Work item :: Copy out each line of the data holding "cols".

═══ Task inputs ═══

def test_tuned_rbf_equals_a_direct_grid_search(moons_split):
    s = moons_split
    ours = tuned_rbf_svm(s.X_train, s.y_train, s.X_test, s.y_test, seed=3, cv=5,
                         C_grid=SMALL_C, gamma_grid=SMALL_GAMMA)
    # reference: sklearn GridSearchCV on the same split, grids and folds
    direct = GridSearchCV(SVC(kernel="rbf"), {"C": list(SMALL_C), "gamma": list(SMALL_GAMMA)},
                          cv=StratifiedKFold(5, shuffle=True, random_state=3),
                          scoring="accuracy").fit(s.X_train, s.y_train)
    assert ours.best_params == {k: float(v) for k, v in direct.best_params_.items()}
    assert ours.cv_accuracy == pytest.approx(direct.best_score_)
    assert ours.test_accuracy == pytest.approx(direct.score(s.X_test, s.y_test))
    np.testing.assert_allclose(ours.gram_train,
                               rbf_kernel(s.X_train, gamma=direct.best_params_["gamma"]))
    json.dumps(ours.summary())


def test_linear_svm_equals_a_direct_grid_search(moons_split):
    s = moons_split
    ours = linear_svm(s.X_train, s.y_train, s.X_test, s.y_test, seed=1, C_grid=SMALL_C)
    direct = GridSearchCV(SVC(kernel="linear"), {"C": list(SMALL_C)},
                          cv=StratifiedKFold(5, shuffle=True, random_state=1)).fit(
        s.X_train, s.y_train)
    assert ours.test_accuracy == pytest.approx(direct.score(s.X_test, s.y_test))
    np.testing.assert_allclose(ours.gram_train, s.X_train @ s.X_train.T)


def test_precomputed_svm_equals_the_builtin_rbf_svm(moons_split):
    s = moons_split
    K_train = rbf_kernel(s.X_train, gamma=1.0)
    K_test = rbf_kernel(s.X_test, s.X_train, gamma=1.0)
    ours = precomputed_svm(K_train, K_test, s.y_train, s.y_test, C=3.0)
    builtin = SVC(kernel="rbf", gamma=1.0, C=3.0).fit(s.X_train, s.y_train)  # reference
    np.testing.assert_array_equal(ours.test_predictions, builtin.predict(s.X_test))
    tuned = precomputed_svm(K_train, K_test, s.y_train, s.y_test, C=SMALL_C, seed=0)
    direct = GridSearchCV(SVC(kernel="rbf", gamma=1.0), {"C": list(SMALL_C)},
                          cv=StratifiedKFold(5, shuffle=True, random_state=0)).fit(
        s.X_train, s.y_train)
    assert tuned.best_params["C"] == direct.best_params_["C"]
    with pytest.raises(InvalidInputError, match="K_test must have shape"):
        precomputed_svm(K_train, K_test.T, s.y_train, s.y_test)


def test_fewer_folds_when_a_class_is_rare():
    rng = np.random.default_rng(0)
    X = rng.normal(size=(23, 2))
    y = np.array([0] * 20 + [1] * 3)
    result = linear_svm(X, y, X[:4], y[:4], cv=5, C_grid=(1.0,))
    assert result.cv_folds == 3


# --------------------------------------------------------------------------- significance

def test_corrected_t_test_by_hand():
    d = np.array([0.02, -0.01, 0.05, 0.03, 0.00, 0.04])
    J, n_train, n_test = 6, 90, 30
    # Nadeau & Bengio (2003): t = mean / sqrt((1/J + n_test/n_train) s^2), J-1 dof
    t = d.mean() / math.sqrt((1 / J + n_test / n_train) * d.var(ddof=1))
    p = 2 * scipy.stats.t.sf(abs(t), J - 1)
    result = corrected_resampled_t_test(d, n_train, n_test)
    assert result["t_statistic"] == pytest.approx(t)
    assert result["p_value"] == pytest.approx(p)
    assert result["dof"] == 5


def test_corrected_t_test_without_overlap_term_is_the_paired_t_test():
    q = np.array([0.80, 0.82, 0.78, 0.85, 0.81, 0.79, 0.84])
    c = np.array([0.78, 0.80, 0.79, 0.80, 0.77, 0.80, 0.80])
    # n_test/n_train -> 0 leaves 1/J: the ordinary paired t-test (scipy.stats.ttest_rel)
    result = corrected_resampled_t_test(q - c, n_train=10**12, n_test=1)
    reference = scipy.stats.ttest_rel(q, c)
    assert result["t_statistic"] == pytest.approx(reference.statistic, rel=1e-9)
    assert result["p_value"] == pytest.approx(reference.pvalue, rel=1e-9)
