fn computed_columns(
    input: &Input,
    audit: &Audit,
    layout: &Layout,
    units: UnitSystem,
) -> ComputedBlock {
    let table = layout.table;
    let grid = &input.sheets[layout.sheet_index];
    let first = grid.end_col() + 1;
    let num = |v: f64| Value::Num(v, false, 1.0);
    let num3 = |v: f64| Value::Num(v, true, 1.0);
    let cols: Vec<Computed> = match table {
        TableKind::Pipes => {
            let runs: Vec<_> = audit
                .runs
                .iter()
                .filter(|r| r.cell.sheet == layout.sheet)
                .collect();
            let c = |header, f: &dyn Fn(&crate::audit::RunResult) -> Value| Computed {
                header,
                values: runs.iter().map(|r| (r.row, f(r))).collect(),
            };
            vec![
                c("Bore [mm]", &|r| num(r.inner_diameter_m * 1e3)),
                c("Bore from", &|r| Value::Text(r.bore_basis.clone())),
                c("Roughness [mm]", &|r| num3(r.roughness_m * 1e3)),
                c("Velocity [m/s]", &|r| num(r.velocity_m_s)),
                c("Reynolds", &|r| Value::Num(r.reynolds.round(), false, 1.0)),
                c("Friction factor", &|r| {
                    Value::Num(r.friction_factor, true, 1.0)
                }),
                c("Regime", &|r| {
                    Value::Text(format!("{:?}", r.regime).to_lowercase())
                }),
                c("Friction head [m]", &|r| num3(r.head_m)),
                c("Friction loss [kPa]", &|r| num3(r.dp_pa / 1e3)),
                c(
                    "Gradient [m/100 m]",
                    &|r| num(r.head_m / r.length_m * 100.0),
                ),
            ]
        }
        TableKind::Fittings => {
            let fs: Vec<_> = audit
                .fittings
                .iter()
                .filter(|f| f.cell.sheet == layout.sheet)
                .collect();
            let c = |header, f: &dyn Fn(&crate::audit::FittingResult) -> Value| Computed {
                header,
                values: fs.iter().map(|x| (x.row, f(x))).collect(),
            };
            vec![
                c("Kind", &|f| Value::Text(f.kind.to_string())),
                c("Model", &|f| Value::Text(f.model.to_string())),
                c("K", &|f| num3(f.k)),
                c("K low", &|f| num3(f.k_low)),
                c("K high", &|f| num3(f.k_high)),
                c("K refers to bore [mm]", &|f| {
                    num(f.reference_diameter_m * 1e3)
                }),
                c("Velocity [m/s]", &|f| num(f.velocity_m_s)),
                c("Head [m]", &|f| num3(f.head_m)),
                c("Head low [m]", &|f| num3(f.head_low_m)),
                c("Head high [m]", &|f| num3(f.head_high_m)),
                c("Loss [kPa]", &|f| num3(f.dp_pa / 1e3)),
                c("Source", &|f| Value::Text(f.source.to_string())),
                c("Rank", &|f| {
                    Value::Num(f.rank.map_or(f64::NAN, |r| r as f64), false, 1.0)
                }),
                c("Annual energy [kWh]", &|f| {
                    num(f.annual_energy_kwh.unwrap_or(f64::NAN))
                }),
                c("Annual cost", &|f| num(f.annual_cost.unwrap_or(f64::NAN))),
                c("Suggestion (estimate)", &|f| {
                    Value::Text(
                        f.suggestion
                            .as_ref()
                            .map(|s| s.replace_with.clone())
                            .unwrap_or_default(),
                    )
                }),
            ]
        }
        TableKind::Lines => {
            let here =
                |l: &crate::audit::LineResult| l.sheet.as_deref() == Some(layout.sheet.as_str());
            let ls: Vec<_> = audit
                .lines
                .iter()
                .filter(|l| here(l))
                .filter_map(|l| l.row.map(|r| (r, l)))
                .collect();
            let c = |header, f: &dyn Fn(&crate::audit::LineResult) -> Value| Computed {
                header,
                values: ls.iter().map(|(r, l)| (*r, f(l))).collect(),
            };
            vec![
                c("Length [m]", &|l| num(l.length_m)),
                c("Friction head [m]", &|l| num3(l.friction_head_m)),
                c("Fittings head [m]", &|l| num3(l.fittings_head_m)),
                c("Total head [m]", &|l| num3(l.total_head_m)),
                c("Total low [m]", &|l| num3(l.total_head_low_m)),
                c("Total high [m]", &|l| num3(l.total_head_high_m)),
                c("Total loss [kPa]", &|l| num3(l.total_dp_pa / 1e3)),
                c("Max velocity [m/s]", &|l| num(l.max_velocity_m_s)),
                c("Density [kg/m3]", &|l| num(l.density_kg_m3)),
                c("Power lost [W]", &|l| {
                    num(l.power_loss_w.unwrap_or(f64::NAN))
                }),
                c("Efficiency used", &|l| {
                    num3(l.efficiency.unwrap_or(f64::NAN))
                }),
                c("Hours per year used", &|l| {
                    num(l.hours_per_year.unwrap_or(f64::NAN))
                }),
                c("Annual energy [kWh]", &|l| {
                    num(l.annual_energy_kwh.unwrap_or(f64::NAN))
                }),
                c("Annual cost", &|l| num(l.annual_cost.unwrap_or(f64::NAN))),
            ]
        }
        _ => Vec::new(),
    };
    let columns = cols
        .into_iter()
        .map(|c| {
            let (header, factor) = header_in(c.header, units);
            let values = c
                .values
                .into_iter()
                .map(|(r, v)| match v {
                    Value::Num(x, three, f) => (r, Value::Num(x, three, f * factor)),
                    text => (r, text),
                })
                .collect();
            ComputedColumn {
                header: Value::Text(header),
                values,
            }
        })
        .collect();
    ComputedBlock {
        header_row: layout.header_row,
        first_col: first,
        columns,
    }
}
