//! Bad-input corpus, generated in code and run through the built binary, one named test per case.
//!
//! Each case is an input file (raw bytes or a workbook built with rust_xlsxwriter) and what must
//! happen: either the run is refused (exit 2, the message names the file and, where there is one,
//! the cell, and no output of any kind is left in the folder), or the run completes with a named
//! finding and no infinite or NaN figure anywhere in the outputs. No case may panic.

mod common;

use common::archive::{padded, zip};
use common::bin::{Ran, run};
use common::book::{Cell, Sheet, n, s, sheet, xlsx};
use common::dirs::{entries, temp_dir};
use common::readback::read_cells;
use common::stations::{base_station, list_station};
use std::ffi::OsStr;

/// What a case must do.
enum Expect {
    /// Exit 2, stderr names the file, the cell (when given) and contains the text, and not the
    /// text of an error that only follows from it (when given); nothing written.
    Refused {
        cell: Option<&'static str>,
        says: &'static str,
        never: Option<&'static str>,
    },
    /// Exit 0, the finding code is raised (when given), the JSON holds the text (when given), and
    /// the outputs have no inf/NaN.
    Finding {
        code: Option<&'static str>,
        holds: Option<String>,
    },
}

struct Case {
    /// File name to write the input under (extension matters).
    file: &'static str,
    bytes: Vec<u8>,
    expect: Expect,
    /// Extra arguments for `lossledger audit` (the reading limits).
    args: Vec<&'static str>,
}

impl Case {
    /// The same case run with extra arguments.
    fn with_args(mut self, args: &[&'static str]) -> Case {
        self.args = args.to_vec();
        self
    }
}

fn refused(bytes: Vec<u8>, cell: Option<&'static str>, says: &'static str) -> Case {
    Case {
        file: "station.xlsx",
        bytes,
        expect: Expect::Refused {
            cell,
            says,
            never: None,
        },
        args: Vec::new(),
    }
}

/// Refused with one error, whose follow-on errors (`never`) are folded into it, not repeated.
fn refused_once(
    bytes: Vec<u8>,
    cell: &'static str,
    says: &'static str,
    never: &'static str,
) -> Case {
    Case {
        expect: Expect::Refused {
            cell: Some(cell),
            says,
            never: Some(never),
        },
        ..refused(bytes, None, says)
    }
}

fn finding(bytes: Vec<u8>, code: &'static str) -> Case {
    Case {
        file: "station.xlsx",
        bytes,
        expect: Expect::Finding {
            code: Some(code),
            holds: None,
        },
        args: Vec::new(),
    }
}

/// Legal but odd content: the run completes and the JSON holds `holds` (JSON-escaped).
fn completes(bytes: Vec<u8>, code: Option<&'static str>, holds: &str) -> Case {
    let holds = serde_json::to_string(holds).expect("json string");
    Case {
        file: "station.xlsx",
        bytes,
        expect: Expect::Finding {
            code,
            holds: Some(holds.trim_matches('"').to_string()),
        },
        args: Vec::new(),
    }
}

/// The base station with one cell changed.
fn with(sheet_name: &str, row: usize, col: usize, cell: Cell) -> Vec<u8> {
    let mut st = base_station();
    sheet(&mut st, sheet_name).set(row, col, cell);
    xlsx(&st)
}

/// The base station with several cells changed.
fn with_all(changes: &[(&str, usize, usize, Cell)]) -> Vec<u8> {
    let mut st = base_station();
    for (name, r, c, cell) in changes {
        sheet(&mut st, name).set(*r, *c, cell.clone());
    }
    xlsx(&st)
}

/// The mixed-list station with some cells of its `BoQ` sheet changed.
fn list_with(changes: &[(usize, usize, Cell)]) -> Vec<u8> {
    let mut st = list_station();
    for (r, c, cell) in changes {
        sheet(&mut st, "BoQ").set(*r, *c, cell.clone());
    }
    xlsx(&st)
}

/// The mixed-list station with its Line column emptied and a heading row naming `line` put
/// above the rows.
fn list_with_heading(line: &str) -> Vec<u8> {
    let mut st = list_station();
    let boq = sheet(&mut st, "BoQ");
    for r in 1..4 {
        boq.set(r, 1, Cell::E);
    }
    boq.rows.insert(1, vec![s(line)]);
    xlsx(&st)
}

fn without_sheet(name: &str) -> Vec<Sheet> {
    base_station()
        .into_iter()
        .filter(|s| s.name != name)
        .collect()
}

fn ods_bytes() -> Vec<u8> {
    let content = br#"<?xml version="1.0" encoding="UTF-8"?>
<office:document-content xmlns:office="urn:oasis:names:tc:opendocument:xmlns:office:1.0" xmlns:table="urn:oasis:names:tc:opendocument:xmlns:table:1.0" xmlns:text="urn:oasis:names:tc:opendocument:xmlns:text:1.0" office:version="1.2"><office:body><office:spreadsheet><table:table table:name="Pipes"><table:table-row><table:table-cell office:value-type="string"><text:p>Line</text:p></table:table-cell></table:table-row></table:table></office:spreadsheet></office:body></office:document-content>"#;
    let manifest = br#"<?xml version="1.0" encoding="UTF-8"?><manifest:manifest xmlns:manifest="urn:oasis:names:tc:opendocument:xmlns:manifest:1.0"><manifest:file-entry manifest:full-path="/" manifest:media-type="application/vnd.oasis.opendocument.spreadsheet"/><manifest:file-entry manifest:full-path="content.xml" manifest:media-type="text/xml"/></manifest:manifest>"#;
    zip(&[
        (
            "mimetype",
            b"application/vnd.oasis.opendocument.spreadsheet",
        ),
        ("content.xml", content),
        ("META-INF/manifest.xml", manifest),
    ])
}

/// An OLE2 compound file header (the container of .xls and of password-protected .xlsx), followed
/// by the stream names an encrypted workbook carries. Header layout per [MS-CFB] 2.2.
fn compound_file(streams: &[&str]) -> Vec<u8> {
    let mut b = vec![0xD0, 0xCF, 0x11, 0xE0, 0xA1, 0xB1, 0x1A, 0xE1];
    b.extend_from_slice(&[0u8; 16]);
    b.extend_from_slice(&[0x3E, 0x00, 0x03, 0x00, 0xFE, 0xFF, 0x09, 0x00]);
    b.resize(512, 0xFF);
    for name in streams {
        for u in name.encode_utf16() {
            b.extend_from_slice(&u.to_le_bytes());
        }
        b.resize(b.len() + 64, 0);
    }
    b.resize(4096, 0);
    b
}

/// The valid base station as bytes.
fn valid() -> Vec<u8> {
    xlsx(&base_station())
}

/// The first `keep(len)` bytes of `bytes`.
fn truncated(mut bytes: Vec<u8>, keep: impl Fn(usize) -> usize) -> Vec<u8> {
    bytes.truncate(keep(bytes.len()));
    bytes
}

/// An id of the longest text a cell holds (32,767 characters).
fn long_id() -> String {
    "L".repeat(32_767)
}

/// One `#[test]` per case, named by the case, and the list of names.
macro_rules! cases {
    ($($name:ident: $case:expr;)*) => {
        $(
            #[test]
            fn $name() {
                check(stringify!($name), &$case);
            }
        )*
        /// Every case's name.
        const CASES: &[&str] = &[$(stringify!($name)),*];
    };
}
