#[test]
fn a_system_with_no_static_head_raises_its_warning_through_the_binary() {
    let dir = temp_dir("no-static");
    let path = dir.join("no-static.xlsx");
    let sheets = [
        sheet_row(
            "Lines",
            &["Line", "Service", "Flow [m3/h]"],
            &["D1", "pump-discharge", "100"],
        ),
        sheet_row(
            "Pipes",
            &["Line", "Size", "Length [m]"],
            &["D1", "DN150", "50"],
        ),
        sheet_row(
            "Systems",
            &["System", "Lines", "Pump head [m]"],
            &["NoLift", "D1", "30"],
        ),
    ];
    std::fs::write(&path, xlsx(&sheets)).unwrap();
    let json = dir.join("out.json");
    let o = bin()
        .arg("audit")
        .arg(&path)
        .arg("--json")
        .arg(&json)
        .env("COLUMNS", "100")
        .ran();
    let stdout = &o.stdout;
    assert_eq!(o.code, Some(0), "{stdout}");
    assert!(
        stdout.contains("System NoLift: static head not given"),
        "{stdout}"
    );
    assert!(!stdout.contains("System NoLift: passes"));
    let v: serde_json::Value = read_json(&json);
    let finding = v["findings"]
        .as_array()
        .unwrap()
        .iter()
        .find(|f| f["code"] == "static-head-missing")
        .expect("static-head-missing in the JSON");
    assert_eq!(finding["severity"], "warning");
    assert_eq!(v["systems"][0]["verdict"], "static head not given");
    let o = bin()
        .arg("audit")
        .arg(&path)
        .arg("-o")
        .arg(dir.join("again.xlsx"))
        .arg("--fail-on")
        .arg("warning")
        .ran();
    assert_eq!(o.code, Some(1), "the warning counts for --fail-on");
}
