/// Write the `Systems` sheet: one block per system with its figures, curve table and chart.
pub fn write_systems(ws: &mut Worksheet, sheet: &str, audit: &Audit) -> Result<(), XlsxError> {
    let st = Styles::new();
    ws.write_string_with_format(
        0,
        0,
        "Systems: required head against the pump, system curve and NPSH",
        &st.title,
    )?;
    ws.write_string(1, 0, "System curve: static head plus every line's losses recomputed at each flow (friction factor and Re-dependent K re-evaluated, not scaled by Q²).")?;
    let mut r = 3u32;
    for s in &audit.systems {
        r = write_system(ws, sheet, s, r, &st)? + 2;
    }
    if audit.systems.is_empty() {
        ws.write_string(
            r,
            0,
            "No systems given (a Systems sheet, or a System column in Lines).",
        )?;
    }
    ws.set_column_width(0, 30)?;
    ws.set_column_width(1, 40)?;
    for c in 2..8 {
        ws.set_column_width(c, 13)?;
    }
    Ok(())
}
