/// `pump-head-short`: the pump head `p` at duty is below static head plus losses (`heads`).
fn pump_head_short(place: &Place<'_>, duty: f64, p: f64, heads: (f64, f64)) -> Finding {
    let (static_head_m, losses_head_m) = heads;
    let required_head_m = static_head_m + losses_head_m;
    Finding {
        severity: Severity::Error,
        code: "pump-head-short",
        line: None,
        tag: None,
        cell: place.at("pump_head"),
        message: format!(
            "system {}: the pump gives {} at {} but the system needs {} (static {} + losses {}): short by {}",
            place.id,
            fig(p, "m", 2),
            fig(duty * 3600.0, "m3/h", 1),
            fig(required_head_m, "m", 2),
            fig(static_head_m, "m", 2),
            fig(losses_head_m, "m", 2),
            fig(required_head_m - p, "m", 2)
        )
        .into(),
        action: "the pump cannot deliver the duty flow: cut the losses (see Fitting ranking), check the static head, or re-rate the pump with its maker's curve".into(),
    }
}

/// The pump-head check: pass when the pump head reaches the required head, fail when it does
/// not; not checked without a pump head, or when it passes only because no static head was given.
fn head_check(
    duty: f64,
    pump_head_m: Option<f64>,
    required_head_m: f64,
    static_head_given: bool,
) -> SystemCheck {
    let fails = pump_head_m.is_some_and(|p| p < required_head_m);
    SystemCheck {
        check: "pump head at duty",
        flow_m3_s: duty,
        available_m: pump_head_m,
        nominal_m: None,
        needed_m: Some(required_head_m),
        outcome: match pump_head_m {
            _ if fails => Outcome::Fail,
            Some(_) if static_head_given => Outcome::Pass,
            _ => Outcome::NotChecked,
        },
        note: match (pump_head_m, static_head_given) {
            (None, _) => "no pump head at duty flow".into(),
            (Some(_), false) => Sentence::new(format!(
                "static head not given (taken as {})",
                fig(0.0, "m", 0)
            )),
            (Some(_), true) => Sentence::default(),
        },
    }
}

/// The verdict in words: what fails, else whether everything checked passed.
pub fn verdict(checks: &[SystemCheck], static_head_given: bool) -> String {
    let failed = |name: &str| {
        checks
            .iter()
            .any(|c| c.check == name && c.outcome == Outcome::Fail)
    };
    let mut fails = Vec::new();
    if failed("pump head at duty") {
        fails.push("duty");
    }
    match (failed("NPSH at duty"), failed("NPSH at operating point")) {
        (true, true) => fails.push("NPSH margin at duty and operating point"),
        (true, false) => fails.push("NPSH margin"),
        (false, true) => fails.push("NPSH margin at the operating point"),
        (false, false) => {}
    }
    let missing = if static_head_given {
        ""
    } else {
        "static head not given"
    };
    if !fails.is_empty() {
        let v = format!("FAILS {}", fails.join(" and "));
        return if missing.is_empty() {
            v
        } else {
            format!("{v}; {missing}")
        };
    }
    if !missing.is_empty() {
        return missing.to_string();
    }
    if checks.iter().any(|c| c.outcome == Outcome::Pass) {
        "passes the checks made".into()
    } else {
        "not checked (data missing)".into()
    }
}

/// The NPSH side of a system.
struct NpshOutcome {
    terms: Option<NpshTerms>,
    at_duty: Option<NpshCheck>,
    at_operating_point: Option<NpshCheck>,
    required_at_duty: Option<f64>,
    needed_at_duty: Option<f64>,
    checks: Vec<SystemCheck>,
    site_elevation_m: f64,
    site_elevation_basis: String,
    defaults: Vec<Sentence>,
    assumed: Vec<crate::ingest::rows::Assumed>,
}

/// Site elevation: the Systems cell, else the rules' value when set, else sea level (assumed).
fn site_elevation(rules: &Rules, row: Option<&SystemRow>) -> (f64, String, bool) {
    match row.and_then(|r| r.site_elevation_m) {
        Some(z) => (z, "Systems sheet".into(), false),
        None if rules.npsh.site_elevation_m != 0.0 => (
            rules.npsh.site_elevation_m,
            "rules [npsh] site_elevation_m".into(),
            false,
        ),
        None => (
            0.0,
            "assumed: sea level, no Site elevation given".into(),
            true,
        ),
    }
}

/// NPSH available at duty and at the operating point against NPSH required with the margin rule;
/// raises `npsh-margin` for each check that fails.
fn npsh(
    ctx: &Ctx<'_>,
    place: &Place<'_>,
    suction: &[usize],
    duty: f64,
    op: Option<CurvePoint>,
    notes: &mut Vec<Sentence>,
    found: &mut Vec<Finding>,
) -> NpshOutcome {
    let (input, rules, audit, row) = (ctx.input, ctx.rules, ctx.audit, place.row);
    let id = place.id;
    let (site_elevation_m, site_elevation_basis, elevation_assumed) = site_elevation(rules, row);
    let mut out = NpshOutcome {
        terms: None,
        at_duty: None,
        at_operating_point: None,
        required_at_duty: None,
        needed_at_duty: None,
        checks: Vec::new(),
        site_elevation_m,
        site_elevation_basis,
        defaults: Vec::new(),
        assumed: Vec::new(),
    };
    let npshr_curve = pump_points(input, id, |p| p.npsh_required_m);
    let (required_at_duty, duty_basis) = npshr_at_duty(row, &npshr_curve, duty);
    out.required_at_duty = required_at_duty;
    let needed = |r: f64| npsh_needed(r, rules.npsh.margin_ratio, rules.npsh.margin_min_m);
    out.needed_at_duty = required_at_duty.map(needed);
    let not_checked = |check: &'static str, flow: f64, note: &Sentence| SystemCheck {
        check,
        flow_m3_s: flow,
        available_m: None,
        nominal_m: None,
        needed_m: None,
        outcome: Outcome::NotChecked,
        note: note.clone(),
    };
    if suction.is_empty() {
        if required_at_duty.is_some() {
            let why = Sentence::from(
                "no pump-suction line leads the system: NPSH available not computed",
            );
            out.checks.push(not_checked("NPSH at duty", duty, &why));
            notes.push(why);
        }
        return out;
    }
    let first = &audit.lines[suction[0]];
    let (level, pv) = match suction_inputs(row, first) {
        Ok(inputs) => inputs,
        Err(why) => {
            out.checks.push(not_checked("NPSH at duty", duty, &why));
            notes.push(why);
            return out;
        }
    };
    let (ps, basis) = source_pressure(place, &mut out, elevation_assumed);
    if let Some(d) = assumed_temperature(input, first) {
        out.defaults.push(d);
    }
    let terms = NpshTerms {
        source_pressure_pa: ps,
        source_pressure_basis: basis,
        vapour_pressure_pa: pv,
        density_kg_m3: first.density_kg_m3,
        suction_level_m: level,
        suction_losses_m: suction.iter().map(|&i| audit.lines[i].total_head_m).sum(),
        suction_losses_high_m: suction
            .iter()
            .map(|&i| audit.lines[i].total_head_high_m)
            .sum(),
        temperature_c: first.temperature_c,
    };
    out.terms = Some(terms);
    let check_at =
        |flow: f64, losses: f64, losses_high: f64, required: Option<f64>, basis: String| {
            let head = |h: f64| npsh_available(ps, pv, terms.density_kg_m3, level, h);
            let available_m = head(losses_high);
            let needed_m = required.map(needed);
            NpshCheck {
                flow_m3_s: flow,
                suction_losses_m: losses,
                suction_losses_high_m: losses_high,
                available_nominal_m: head(losses),
                available_m,
                required_m: required,
                required_basis: basis,
                needed_m,
                fails: needed_m.is_some_and(|n| available_m < n),
            }
        };
    let duty_check = check_at(
        duty,
        terms.suction_losses_m,
        terms.suction_losses_high_m,
        required_at_duty,
        duty_basis,
    );
    out.checks.push(npsh_check_row("NPSH at duty", &duty_check));
    npsh_finding(ctx, place, first, &duty_check, "at duty", found);
    out.at_duty = Some(duty_check);
    if let Some(op) = op.filter(|_| duty > 0.0) {
        let (losses, high) = suction_losses_at(ctx, suction, op.flow_m3_s / duty);
        let (required, basis) = npshr_at_operating(&npshr_curve, op.flow_m3_s, required_at_duty);
        let c = check_at(op.flow_m3_s, losses, high, required, basis);
        out.checks
            .push(npsh_check_row("NPSH at operating point", &c));
        npsh_finding(ctx, place, first, &c, "at the operating point", found);
        out.at_operating_point = Some(c);
    }
    out
}

/// NPSH required at the duty flow and where it came from: the Systems sheet, else the pump
/// curve's NPSH required interpolated at the duty flow, else none.
fn npshr_at_duty(
    row: Option<&SystemRow>,
    npshr_curve: &[CurvePoint],
    duty: f64,
) -> (Option<f64>, String) {
    match row.and_then(|r| r.npsh_required_m) {
        Some(r) => (Some(r), "Systems sheet".to_string()),
        None => match interpolate(npshr_curve, duty) {
            Some(r) => (Some(r), "Pump curve at duty flow".to_string()),
            None => (None, String::new()),
        },
    }
}

/// The suction level (Systems sheet) and the vapour pressure of the first suction line's fluid;
/// the reason NPSH available cannot be computed when one is missing.
fn suction_inputs(row: Option<&SystemRow>, first: &LineResult) -> Result<(f64, f64), Sentence> {
    let Some(level) = row.and_then(|r| r.suction_level_m) else {
        return Err("no Suction level given: NPSH available not computed".into());
    };
    let Some(pv) = first.vapour_pressure_pa else {
        return Err(format!(
            "fluid of line {} has no vapour pressure: NPSH available not computed",
            first.line
        )
        .into());
    };
    Ok((level, pv))
}

/// A default to list when the first suction line's temperature was assumed (it sets the
/// vapour pressure).
fn assumed_temperature(input: &Input, first: &LineResult) -> Option<Sentence> {
    let line = input.lines.iter().find(|l| l.line == first.line)?;
    line.assumed
        .iter()
        .any(|a| a.key == "temperature")
        .then(|| {
            Sentence::new(format!(
                "temperature {} on suction line {} (Temperature blank: assumed)",
                fig(first.temperature_c, "°C", 1),
                first.line
            ))
        })
}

═══

Task response ::
    let cols: Vec<Computed> = match table {
    let columns = cols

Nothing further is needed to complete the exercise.